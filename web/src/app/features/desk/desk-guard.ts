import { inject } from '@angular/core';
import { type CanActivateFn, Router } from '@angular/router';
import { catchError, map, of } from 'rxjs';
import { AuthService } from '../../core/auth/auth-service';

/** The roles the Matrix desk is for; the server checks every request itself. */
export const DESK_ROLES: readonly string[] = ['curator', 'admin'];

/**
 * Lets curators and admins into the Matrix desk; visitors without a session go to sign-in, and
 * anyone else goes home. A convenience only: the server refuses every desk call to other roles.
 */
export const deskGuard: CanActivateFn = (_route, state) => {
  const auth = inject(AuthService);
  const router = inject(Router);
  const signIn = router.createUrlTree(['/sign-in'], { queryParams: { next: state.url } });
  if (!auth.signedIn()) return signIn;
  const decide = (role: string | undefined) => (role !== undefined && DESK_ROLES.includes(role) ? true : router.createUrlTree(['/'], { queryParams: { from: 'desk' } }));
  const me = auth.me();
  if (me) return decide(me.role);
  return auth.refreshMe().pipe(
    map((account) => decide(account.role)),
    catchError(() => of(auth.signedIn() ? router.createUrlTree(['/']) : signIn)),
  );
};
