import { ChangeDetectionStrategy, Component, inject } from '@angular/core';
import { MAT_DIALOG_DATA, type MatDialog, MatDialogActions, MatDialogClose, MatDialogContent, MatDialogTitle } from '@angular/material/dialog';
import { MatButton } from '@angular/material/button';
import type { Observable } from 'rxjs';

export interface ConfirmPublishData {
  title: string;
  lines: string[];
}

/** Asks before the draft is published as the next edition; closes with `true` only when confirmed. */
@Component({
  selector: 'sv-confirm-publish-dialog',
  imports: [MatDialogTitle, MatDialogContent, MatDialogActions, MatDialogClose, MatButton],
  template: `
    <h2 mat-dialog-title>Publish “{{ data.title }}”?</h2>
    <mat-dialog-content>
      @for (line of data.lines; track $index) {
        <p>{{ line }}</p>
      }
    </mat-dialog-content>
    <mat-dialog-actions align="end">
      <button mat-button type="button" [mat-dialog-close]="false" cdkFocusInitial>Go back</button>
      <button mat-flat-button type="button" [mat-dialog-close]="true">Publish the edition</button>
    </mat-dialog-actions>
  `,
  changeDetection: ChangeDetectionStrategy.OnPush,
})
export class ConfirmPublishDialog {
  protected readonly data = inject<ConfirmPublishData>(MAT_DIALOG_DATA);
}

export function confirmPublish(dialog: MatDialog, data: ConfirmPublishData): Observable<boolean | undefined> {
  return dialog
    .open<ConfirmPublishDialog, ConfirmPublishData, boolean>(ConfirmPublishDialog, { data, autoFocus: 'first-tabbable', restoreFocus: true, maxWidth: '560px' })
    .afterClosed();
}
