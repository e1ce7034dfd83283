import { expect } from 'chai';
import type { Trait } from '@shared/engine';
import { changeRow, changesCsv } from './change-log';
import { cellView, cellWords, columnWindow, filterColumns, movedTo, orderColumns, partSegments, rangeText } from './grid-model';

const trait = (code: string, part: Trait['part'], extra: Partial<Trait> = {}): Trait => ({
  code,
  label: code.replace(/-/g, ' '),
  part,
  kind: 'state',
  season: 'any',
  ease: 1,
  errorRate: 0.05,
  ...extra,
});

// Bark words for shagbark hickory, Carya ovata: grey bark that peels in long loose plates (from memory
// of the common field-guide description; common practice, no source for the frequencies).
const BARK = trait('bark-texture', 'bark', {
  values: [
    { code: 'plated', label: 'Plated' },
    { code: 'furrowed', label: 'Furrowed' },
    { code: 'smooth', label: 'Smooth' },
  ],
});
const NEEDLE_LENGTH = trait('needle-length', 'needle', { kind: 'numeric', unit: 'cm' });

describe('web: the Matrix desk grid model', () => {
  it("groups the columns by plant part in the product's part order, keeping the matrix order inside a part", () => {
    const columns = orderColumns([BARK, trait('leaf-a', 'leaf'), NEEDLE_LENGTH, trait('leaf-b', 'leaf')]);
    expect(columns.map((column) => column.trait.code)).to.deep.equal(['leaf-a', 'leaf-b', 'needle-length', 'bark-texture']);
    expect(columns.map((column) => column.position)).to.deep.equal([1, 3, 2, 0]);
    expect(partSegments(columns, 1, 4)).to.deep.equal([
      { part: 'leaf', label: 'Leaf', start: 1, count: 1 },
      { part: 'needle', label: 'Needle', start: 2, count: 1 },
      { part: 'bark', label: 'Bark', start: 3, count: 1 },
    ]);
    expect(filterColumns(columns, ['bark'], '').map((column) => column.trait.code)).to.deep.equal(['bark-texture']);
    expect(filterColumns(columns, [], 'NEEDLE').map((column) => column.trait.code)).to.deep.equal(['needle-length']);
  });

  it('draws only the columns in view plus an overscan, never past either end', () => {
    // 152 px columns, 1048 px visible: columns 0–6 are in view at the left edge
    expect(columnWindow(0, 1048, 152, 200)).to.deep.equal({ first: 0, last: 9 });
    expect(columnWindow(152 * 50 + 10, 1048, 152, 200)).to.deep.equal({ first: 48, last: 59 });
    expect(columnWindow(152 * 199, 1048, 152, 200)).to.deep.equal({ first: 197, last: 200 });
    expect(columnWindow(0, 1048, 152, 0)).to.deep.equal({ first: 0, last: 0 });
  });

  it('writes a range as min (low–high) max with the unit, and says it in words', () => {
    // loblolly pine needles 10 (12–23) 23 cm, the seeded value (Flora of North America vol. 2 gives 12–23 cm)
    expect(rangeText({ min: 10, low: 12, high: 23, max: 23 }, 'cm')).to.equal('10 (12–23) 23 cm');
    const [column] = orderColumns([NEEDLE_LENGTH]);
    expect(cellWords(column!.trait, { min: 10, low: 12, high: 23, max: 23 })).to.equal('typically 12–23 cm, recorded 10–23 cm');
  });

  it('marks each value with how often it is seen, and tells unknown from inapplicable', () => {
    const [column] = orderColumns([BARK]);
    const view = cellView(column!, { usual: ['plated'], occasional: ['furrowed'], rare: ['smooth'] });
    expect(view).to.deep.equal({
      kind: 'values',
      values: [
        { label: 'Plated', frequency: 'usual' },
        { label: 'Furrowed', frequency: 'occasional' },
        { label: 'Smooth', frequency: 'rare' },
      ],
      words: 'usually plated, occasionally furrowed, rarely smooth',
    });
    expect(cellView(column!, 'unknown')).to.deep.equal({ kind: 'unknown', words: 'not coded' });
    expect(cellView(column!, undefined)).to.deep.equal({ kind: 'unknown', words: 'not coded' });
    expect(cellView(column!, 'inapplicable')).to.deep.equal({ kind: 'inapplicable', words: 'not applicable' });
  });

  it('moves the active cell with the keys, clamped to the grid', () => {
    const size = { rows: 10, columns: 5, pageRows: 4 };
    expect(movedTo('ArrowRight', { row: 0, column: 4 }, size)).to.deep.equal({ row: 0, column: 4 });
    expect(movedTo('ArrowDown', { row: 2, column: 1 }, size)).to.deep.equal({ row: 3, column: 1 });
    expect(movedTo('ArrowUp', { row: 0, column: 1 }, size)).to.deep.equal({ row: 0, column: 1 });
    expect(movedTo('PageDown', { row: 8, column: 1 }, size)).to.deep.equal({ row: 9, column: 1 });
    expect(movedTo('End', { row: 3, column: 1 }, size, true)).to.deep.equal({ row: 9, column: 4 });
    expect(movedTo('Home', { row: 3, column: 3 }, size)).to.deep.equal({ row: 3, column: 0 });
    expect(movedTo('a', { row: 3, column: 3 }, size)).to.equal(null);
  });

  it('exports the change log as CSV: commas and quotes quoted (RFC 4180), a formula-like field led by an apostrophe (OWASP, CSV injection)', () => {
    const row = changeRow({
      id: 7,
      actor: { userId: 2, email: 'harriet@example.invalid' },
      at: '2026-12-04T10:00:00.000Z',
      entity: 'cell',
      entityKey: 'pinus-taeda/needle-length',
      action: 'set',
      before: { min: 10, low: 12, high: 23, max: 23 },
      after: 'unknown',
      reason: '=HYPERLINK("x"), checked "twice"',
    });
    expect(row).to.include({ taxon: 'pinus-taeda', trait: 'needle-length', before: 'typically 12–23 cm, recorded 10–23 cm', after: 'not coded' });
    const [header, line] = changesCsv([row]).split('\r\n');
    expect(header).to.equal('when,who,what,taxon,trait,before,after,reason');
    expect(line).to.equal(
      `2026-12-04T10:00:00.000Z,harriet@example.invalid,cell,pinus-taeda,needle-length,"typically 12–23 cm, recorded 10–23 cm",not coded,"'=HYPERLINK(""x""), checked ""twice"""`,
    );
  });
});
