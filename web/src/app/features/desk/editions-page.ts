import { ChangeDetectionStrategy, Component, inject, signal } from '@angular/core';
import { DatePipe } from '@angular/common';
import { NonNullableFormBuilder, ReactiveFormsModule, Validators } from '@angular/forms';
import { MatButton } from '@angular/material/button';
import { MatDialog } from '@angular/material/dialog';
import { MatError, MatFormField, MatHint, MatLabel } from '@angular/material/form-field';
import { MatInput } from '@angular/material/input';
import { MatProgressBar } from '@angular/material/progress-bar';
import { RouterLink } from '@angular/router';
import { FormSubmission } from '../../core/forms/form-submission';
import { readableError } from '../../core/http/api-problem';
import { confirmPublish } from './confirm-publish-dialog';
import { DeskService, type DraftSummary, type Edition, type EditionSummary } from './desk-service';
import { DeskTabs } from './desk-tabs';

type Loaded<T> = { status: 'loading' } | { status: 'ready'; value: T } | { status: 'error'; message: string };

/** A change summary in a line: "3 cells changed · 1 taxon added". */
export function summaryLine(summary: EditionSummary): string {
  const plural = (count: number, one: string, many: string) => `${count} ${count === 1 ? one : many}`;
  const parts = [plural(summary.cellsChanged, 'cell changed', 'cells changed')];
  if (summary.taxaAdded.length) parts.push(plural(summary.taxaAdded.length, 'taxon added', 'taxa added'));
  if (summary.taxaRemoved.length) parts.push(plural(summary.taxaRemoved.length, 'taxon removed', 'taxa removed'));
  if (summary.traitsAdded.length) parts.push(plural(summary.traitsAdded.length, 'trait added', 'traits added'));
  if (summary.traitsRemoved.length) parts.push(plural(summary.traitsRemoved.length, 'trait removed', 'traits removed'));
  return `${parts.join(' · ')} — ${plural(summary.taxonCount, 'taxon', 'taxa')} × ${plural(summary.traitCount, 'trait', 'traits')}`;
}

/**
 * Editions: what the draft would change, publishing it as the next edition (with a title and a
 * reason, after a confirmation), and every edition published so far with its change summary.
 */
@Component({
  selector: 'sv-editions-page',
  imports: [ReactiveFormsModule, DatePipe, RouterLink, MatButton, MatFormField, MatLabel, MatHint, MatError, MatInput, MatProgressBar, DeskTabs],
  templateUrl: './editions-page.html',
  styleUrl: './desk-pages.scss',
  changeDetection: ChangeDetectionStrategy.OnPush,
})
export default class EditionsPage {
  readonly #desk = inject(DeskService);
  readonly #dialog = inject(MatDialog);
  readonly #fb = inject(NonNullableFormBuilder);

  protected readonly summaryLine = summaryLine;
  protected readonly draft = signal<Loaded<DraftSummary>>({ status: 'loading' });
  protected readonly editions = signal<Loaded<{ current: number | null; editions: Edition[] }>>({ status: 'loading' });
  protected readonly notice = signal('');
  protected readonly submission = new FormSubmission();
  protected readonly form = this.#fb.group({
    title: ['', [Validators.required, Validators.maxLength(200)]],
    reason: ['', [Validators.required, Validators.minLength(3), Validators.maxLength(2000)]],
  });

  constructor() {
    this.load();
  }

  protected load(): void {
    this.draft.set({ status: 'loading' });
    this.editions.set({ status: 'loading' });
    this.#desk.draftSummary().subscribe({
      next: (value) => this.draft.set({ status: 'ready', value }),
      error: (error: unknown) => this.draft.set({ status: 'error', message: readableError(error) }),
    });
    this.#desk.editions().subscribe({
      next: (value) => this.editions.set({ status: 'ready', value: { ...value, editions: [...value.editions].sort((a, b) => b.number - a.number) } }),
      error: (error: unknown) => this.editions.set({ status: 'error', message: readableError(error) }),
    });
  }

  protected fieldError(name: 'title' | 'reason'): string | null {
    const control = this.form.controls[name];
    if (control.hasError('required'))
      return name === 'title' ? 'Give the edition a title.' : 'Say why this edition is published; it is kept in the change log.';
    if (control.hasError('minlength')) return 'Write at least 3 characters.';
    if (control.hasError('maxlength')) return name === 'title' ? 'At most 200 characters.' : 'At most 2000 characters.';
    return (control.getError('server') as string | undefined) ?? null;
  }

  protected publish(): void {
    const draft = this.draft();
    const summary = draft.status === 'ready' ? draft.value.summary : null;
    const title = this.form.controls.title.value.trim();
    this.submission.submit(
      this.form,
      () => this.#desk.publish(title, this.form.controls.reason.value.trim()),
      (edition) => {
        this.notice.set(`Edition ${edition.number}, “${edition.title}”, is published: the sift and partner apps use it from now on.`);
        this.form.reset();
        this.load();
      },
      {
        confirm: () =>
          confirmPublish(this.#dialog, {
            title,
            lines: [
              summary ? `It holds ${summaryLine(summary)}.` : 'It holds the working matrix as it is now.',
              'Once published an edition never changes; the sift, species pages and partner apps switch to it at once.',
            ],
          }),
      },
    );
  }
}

-=-=-

> **What you are asked to do**:
Copy out every line from the material above where the string "ChangeDetectionStrategy" turns up.

> **Task output**:
import { ChangeDetectionStrategy, Component, inject } from '@angular/core';
  changeDetection: ChangeDetectionStrategy.OnPush,
import { ChangeDetectionStrategy, Component, inject, signal } from '@angular/core';
  changeDetection: ChangeDetectionStrategy.OnPush,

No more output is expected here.